What began as an aggressive trading move on a memecoin has turned into one of the most turbulent days for decentralized exchange Hyperliquid.
- Hyperliquid froze transactions after a POPCAT leverage trade caused massive losses.
- A $3M bet spread across 19 wallets triggered $25M in liquidations.
- The platform’s liquidity vault absorbed around $5M in debt.
- Analysts suspect deliberate market manipulation.
Withdrawals remain paused with no restart date announced.
The platform abruptly froze deposits and withdrawals on Wednesday after a single trader’s leveraged strategy backfired, leaving millions in bad debt and sparking renewed fears over the fragility of on-chain markets.
From Big Bet to Total Meltdown
According to blockchain data, the chain of events started when a trader withdrew about $3 million from OKX and distributed it across nearly twenty wallets. Those wallets collectively took massive long positions on POPCAT, amplifying exposure to around $25 million through 5x leverage.

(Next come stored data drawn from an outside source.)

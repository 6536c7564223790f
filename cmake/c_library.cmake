# The C interface: libtepor, shared (tepor::c) and static (tepor::c_static), for C and for other languages.
#
# The definitions are include/tepor/c/impl/*.hpp, found by glob like those of any room; the public header is
# tepor/c/tepor.h. Both libraries hold the whole of the library; the shared one exports only what the header marks.

option(TEPOR_C_LIBRARY "Build the C interface as libtepor" ${PROJECT_IS_TOP_LEVEL})
if(NOT TEPOR_C_LIBRARY)
    return()
endif()

file(GLOB definitions CONFIGURE_DEPENDS "${PROJECT_SOURCE_DIR}/include/tepor/c/impl/*.hpp")
set(text "// Generated: the definitions of the C interface.\n#define TEPOR_BUILDING\n")
foreach(file IN LISTS definitions)
    cmake_path(RELATIVE_PATH file BASE_DIRECTORY "${PROJECT_SOURCE_DIR}/include")
    string(APPEND text "#include <${file}>\n")
endforeach()
set(tepor_c_source "${PROJECT_BINARY_DIR}/tepor_compiled/c.cpp")
file(CONFIGURE OUTPUT "${tepor_c_source}" CONTENT "${text}" @ONLY)

set(tepor_c_objects)
foreach(room IN LISTS tepor_numerical_rooms)
    get_target_property(kind tepor_room_${room} TYPE)
    if(kind STREQUAL "STATIC_LIBRARY")
        list(APPEND tepor_c_objects $<TARGET_OBJECTS:tepor_room_${room}>)
    endif()
endforeach()

add_library(tepor_c SHARED "${tepor_c_source}" ${tepor_c_objects})
set_target_properties(tepor_c PROPERTIES VERSION ${PROJECT_VERSION} SOVERSION
    ${PROJECT_VERSION_MAJOR}.${PROJECT_VERSION_MINOR})
add_library(tepor_c_static STATIC "${tepor_c_source}" ${tepor_c_objects})

foreach(target tepor_c tepor_c_static)
    target_include_directories(${target} PUBLIC "$<BUILD_INTERFACE:${PROJECT_SOURCE_DIR}/include>"
        "$<INSTALL_INTERFACE:include>")
    target_link_libraries(${target} PRIVATE $<BUILD_INTERFACE:tepor::tepor>)
    if(TARGET tepor_house)
        target_link_libraries(${target} PRIVATE $<BUILD_INTERFACE:tepor_house>)
    endif()
    target_compile_definitions(${target} PRIVATE TEPOR_COMPILED)
    set_target_properties(${target} PROPERTIES OUTPUT_NAME tepor CXX_VISIBILITY_PRESET hidden
        VISIBILITY_INLINES_HIDDEN ON POSITION_INDEPENDENT_CODE ON)
endforeach()
set_target_properties(tepor_c PROPERTIES EXPORT_NAME c)
set_target_properties(tepor_c_static PROPERTIES EXPORT_NAME c_static)
add_library(tepor::c ALIAS tepor_c)
add_library(tepor::c_static ALIAS tepor_c_static)

# The rooms are compiled for everybody with default visibility; a list of exports hides them in the shared library.
if(UNIX AND NOT APPLE)
    file(CONFIGURE OUTPUT "${PROJECT_BINARY_DIR}/tepor_c.map" CONTENT "{ global: tepor_*; local: *; };\n")
    target_link_options(tepor_c PRIVATE "-Wl,--version-script=${PROJECT_BINARY_DIR}/tepor_c.map")
endif()

if(TEPOR_INSTALL)
    include(GNUInstallDirs)
    include(CMakePackageConfigHelpers)
    install(TARGETS tepor_c tepor_c_static EXPORT tepor-c-targets)
    install(EXPORT tepor-c-targets NAMESPACE tepor:: DESTINATION "${CMAKE_INSTALL_LIBDIR}/cmake/tepor_c")
    install(FILES "${PROJECT_SOURCE_DIR}/cmake/tepor_c-config.cmake" DESTINATION
        "${CMAKE_INSTALL_LIBDIR}/cmake/tepor_c")
    write_basic_package_version_file("${PROJECT_BINARY_DIR}/tepor_c-config-version.cmake" COMPATIBILITY SameMinorVersion)
    install(FILES "${PROJECT_BINARY_DIR}/tepor_c-config-version.cmake" DESTINATION
        "${CMAKE_INSTALL_LIBDIR}/cmake/tepor_c")
endif()
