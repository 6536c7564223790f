#pragma once
// Sessions, versions and texts.

#include <tepor/c/impl/handles.hpp>
#include <tepor/version.hpp>

extern "C" {

const char* tepor_version(void) {
    return TEPOR_VERSION;
}
int32_t tepor_abi_version(void) {
    return TEPOR_ABI_VERSION;
}

const char* tepor_status_name(tepor_status status) {
    switch (status) {
    case TEPOR_OK: return "ok";
    case TEPOR_INVALID_ARGUMENT: return "invalid_argument";
    case TEPOR_OUT_OF_MEMORY: return "out_of_memory";
    default: return tepor::name_of(static_cast<tepor::ErrorCode>(status));
    }
}
const char* tepor_status_text(tepor_status status) {
    switch (status) {
    case TEPOR_OK: return "the call did what it was asked";
    case TEPOR_INVALID_ARGUMENT: return "a pointer is NULL, or a number is no member of its enumeration";
    case TEPOR_OUT_OF_MEMORY: return "memory has run out";
    default: return tepor::text_of(static_cast<tepor::ErrorCode>(status));
    }
}

tepor_session* tepor_session_create(void) {
    return new (std::nothrow) tepor_session;
}
void tepor_session_free(tepor_session* session) {
    delete session;
}
const char* tepor_session_message(const tepor_session* session) {
    return session ? session->message : "";
}
const char* tepor_session_offender(const tepor_session* session) {
    return session ? session->offender : "";
}

} // extern "C"

// The statuses are the library's error codes under their C names.
#define TEPOR_SAME_CODE(c_name, name)                                                                                  \
    static_assert(static_cast<int>(c_name) == static_cast<int>(tepor::ErrorCode::name))
TEPOR_SAME_CODE(TEPOR_BAD_VALUE, bad_value);
TEPOR_SAME_CODE(TEPOR_BAD_NAME, bad_name);
TEPOR_SAME_CODE(TEPOR_BAD_UNIT, bad_unit);
TEPOR_SAME_CODE(TEPOR_WRONG_DIMENSION, wrong_dimension);
TEPOR_SAME_CODE(TEPOR_BAD_GEOMETRY, bad_geometry);
TEPOR_SAME_CODE(TEPOR_BAD_MESH, bad_mesh);
TEPOR_SAME_CODE(TEPOR_OUTSIDE, outside);
TEPOR_SAME_CODE(TEPOR_NO_LEVEL, no_level);
TEPOR_SAME_CODE(TEPOR_MISSING, missing);
TEPOR_SAME_CODE(TEPOR_CONTRADICTION, contradiction);
TEPOR_SAME_CODE(TEPOR_UNUSED, unused);
TEPOR_SAME_CODE(TEPOR_BAD_CONTACT, bad_contact);
TEPOR_SAME_CODE(TEPOR_OUTSIDE_TABLE, outside_table);
TEPOR_SAME_CODE(TEPOR_BAD_LAW, bad_law);
TEPOR_SAME_CODE(TEPOR_NOT_CONVERGED, not_converged);
TEPOR_SAME_CODE(TEPOR_SINGULAR, singular);
TEPOR_SAME_CODE(TEPOR_NO_ANSWER, no_answer);
TEPOR_SAME_CODE(TEPOR_NOT_CERTIFIABLE, not_certifiable);
TEPOR_SAME_CODE(TEPOR_NOT_SUPPORTED, not_supported);
TEPOR_SAME_CODE(TEPOR_CANCELLED, cancelled);
TEPOR_SAME_CODE(TEPOR_BAD_FILE, bad_file);
TEPOR_SAME_CODE(TEPOR_TOO_LARGE, too_large);
TEPOR_SAME_CODE(TEPOR_INTERNAL, internal);
#undef TEPOR_SAME_CODE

It appears that Hyperliquid bridge has stopped processing withdrawals. No activity in 21 minutes pic.twitter.com/NFSeVHhE1t
— Conor (@jconorgrogan) November 12, 2025
Within minutes, the trade turned disastrous. As the memecoin’s price dropped, all positions were liquidated almost simultaneously, wiping out the trader’s collateral and transferring the remaining debt to Hyperliquid’s Hyperliquidity Provider (HLP). Roughly $5 million in losses landed on the HLP vault, forcing the exchange to take emergency measures.
Emergency Freeze and Market Fallout
Users soon noticed that transactions were halted. Conor Grogan, a former Coinbase executive, was among the first to confirm that Hyperliquid’s bridge had paused withdrawals for over 20 minutes. On-chain tracker ArbiScan also showed the bridge going inactive immediately after the liquidation storm — a move insiders believe was aimed at containing further contagion.
Analysts from Arkham Intelligence pointed out that the timing of the freeze coincided with the transfer of bad debt to the HLP, suggesting the platform’s automated risk system intervened to prevent broader losses.
A Price Wall That Crashed Down
Further investigation revealed that the trader had placed an enormous buy wall — worth around $20 million — near the $0.21 level to support POPCAT’s price. When those orders vanished, the token’s value plunged, triggering liquidation after liquidation.
On-chain researcher MLMabc described the maneuver as a deliberate attempt to manipulate the market, noting that the positions seemed designed to destabilize the exchange rather than profit from a genuine trade.
By the time the dust settled, Hyperliquid’s internal liquidity vault had absorbed millions in damage, prompting developers to manually close remaining positions to stop the bleeding.
Déjà Vu for the Decentralized Exchange
This isn’t Hyperliquid’s first run-in with targeted market manipulation. Earlier this year, a similar attack involving Solana’s memecoin JELLYJELLY saddled the platform’s community-owned HLP vault with $12 million in unrealized losses. That incident had already drawn scrutiny over how decentralized exchanges manage leveraged exposure and liquidation risk.
The latest POPCAT collapse has reopened those same concerns, with traders now questioning whether DEXs can remain resilient when a single actor can disrupt liquidity so dramatically.
No Timeline for Recovery
As of now, Hyperliquid has not indicated when deposits and withdrawals will resume. The pause, while temporary, has shaken market confidence and reignited debate over the safety mechanisms of decentralized financial systems.
Episodes like this illustrate a recurring problem for DeFi trading venues — the thin line between innovation and instability. When leverage meets illiquid markets, even a memecoin can bring an entire platform to a standstill.